Air Defense: Affordable Trumps Better


December 13, 2015: In late 2015 the Netherlands decided against buying the European (MBDA) made MEADS (Medium Extended Air Defense System) to replace its aging Patriot systems. The Dutch concluded that the additional expense of buying new MEADS systems to replace Patriot was not worth it. Instead existing Patriot systems will be upgraded as often as necessary to keep them going until 2040.

MEADS does have some admirers. In mid-2015 Germany decided to buy the MEADS for short range (under 50 kilometers) aircraft and missile defense. The other option was to upgrade their Patriot systems and buy more Patriot systems. This is what the United States has already done. The U.S. Army was originally a developer and customer for MEADS but withdrew in 2013. The Americans left despite the high cancellation penalties incurred.
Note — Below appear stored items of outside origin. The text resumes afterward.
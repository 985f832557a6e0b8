import { fileTypeFromBuffer } from 'file-type';
import type { AttachmentSummary } from '@ostium/shared';

export type AcceptedMime = AttachmentSummary['mimeType'];
export const ACCEPTED_MIMES: readonly AcceptedMime[] = ['image/jpeg', 'image/png', 'application/pdf'];
export const MAX_UPLOAD_BYTES = 20 * 1024 * 1024;

export type FileCheck = { ok: true; mime: AcceptedMime; ext: string } | { ok: false; detected: string | null; message: string };

/**
 * Decides by the file's own bytes (magic numbers, via file-type) whether it is a JPEG, PNG or PDF.
 * The name and the declared Content-Type are never consulted: both are whatever the sender says.
 */
export async function checkUploadContent(bytes: Uint8Array): Promise<FileCheck> {
  if (bytes.length === 0) return { ok: false, detected: null, message: 'The file is empty; only JPEG, PNG and PDF files are accepted' };
  const found = await fileTypeFromBuffer(bytes);
  if (found && (ACCEPTED_MIMES as readonly string[]).includes(found.mime)) return { ok: true, mime: found.mime as AcceptedMime, ext: found.ext };
  if (found) {
    return { ok: false, detected: found.mime, message: `The file's content is ${found.mime} (.${found.ext}), not a JPEG, PNG or PDF; only those are accepted` };
  }
  return { ok: false, detected: null, message: 'The file\'s content is not a recognised type (not a JPEG, PNG or PDF); only those are accepted' };
}

/** The attachment kind a file gets when the uploader does not say: images are radiographs, PDFs letters. */
export const defaultKind = (mime: AcceptedMime): AttachmentSummary['kind'] => (mime === 'application/pdf' ? 'letter' : 'radiograph');

/** A display name safe to store and echo: no folders, no control characters, at most 255 characters. */
export function cleanFileName(name: string | undefined): string {
  const base = (name ?? '').split(/[\\/]/).pop() ?? '';
  // eslint-disable-next-line no-control-regex
  const cleaned = base.replace(/[\u0000-\u001f\u007f]/g, '').trim();
  return (cleaned || 'upload').slice(0, 255);
}

/** RFC 6266 Content-Disposition with an ASCII fallback and the UTF-8 name (RFC 5987 encoding). */
export function contentDisposition(kind: 'inline' | 'attachment', name: string): string {
  const ascii = name.replace(/[^\x20-\x7e]/g, '_').replace(/["\\]/g, '_');
  const encoded = encodeURIComponent(name).replace(/['()*]/g, (c) => `%${c.charCodeAt(0).toString(16).toUpperCase()}`);
  return `${kind}; filename="${ascii}"; filename*=UTF-8''${encoded}`;
}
Work on MEADS began in the late 1990s but is suffered numerous delays and did not conduct its first flight tests until 2011. It was supposed to enter service in 2014, but technical problems kept delaying that. Now it looks like 2016 is most likely.

Despite all the problems the Germans managed to carry out a remarkable turnaround for MEADS. Back in 2002 this multinational effort to replace the Patriot air defense system had reached a crises, with cost overruns and technical difficulties threatening to scuttle MEADS. The project began as a joint effort by Germany (paying for 25 percent of development), Italy (17 percent) and the United States (58 percent.) France was also once a partner, but withdrew as the problems mounted. The U.S. government tried to remain with the program to avoid offending Germany and Italy but the costs and delays became impossible to defend before Congress.

MEADS was designed to use the existing Patriot PAC-3 anti-missile missile (range of 20 kilometers) against missiles and aircraft, and the long range IRIS-T SL air-to-air missile (range of 40 kilometers) for attacking aircraft and some missiles. This version of IRIS-T is modified for ground launch and longer range. MEADS is mobile, carried around in five ton trucks.

As completed MEADS is able to set up and be ready for action faster than Patriot. The vehicles used to transport MEADS are somewhat more mobile. The electronics are superior in some ways to Patriot. For example the radar provides 360 degree coverage. MEADS was designed to more easily integrate with other air and missile defense systems. If MEADS does well in its final testing and the price is competitive with Patriot, there will potential export sales and stiff competition for Patriot. If MEADS works as advertising Patriot will be under pressure to develop equivalent or better capabilities. MBDA fears that other potential MEADS customers will, if they have Patriot, use the same logic as the Dutch and Americans and stick with upgraded Patriot rather than the new MEADS.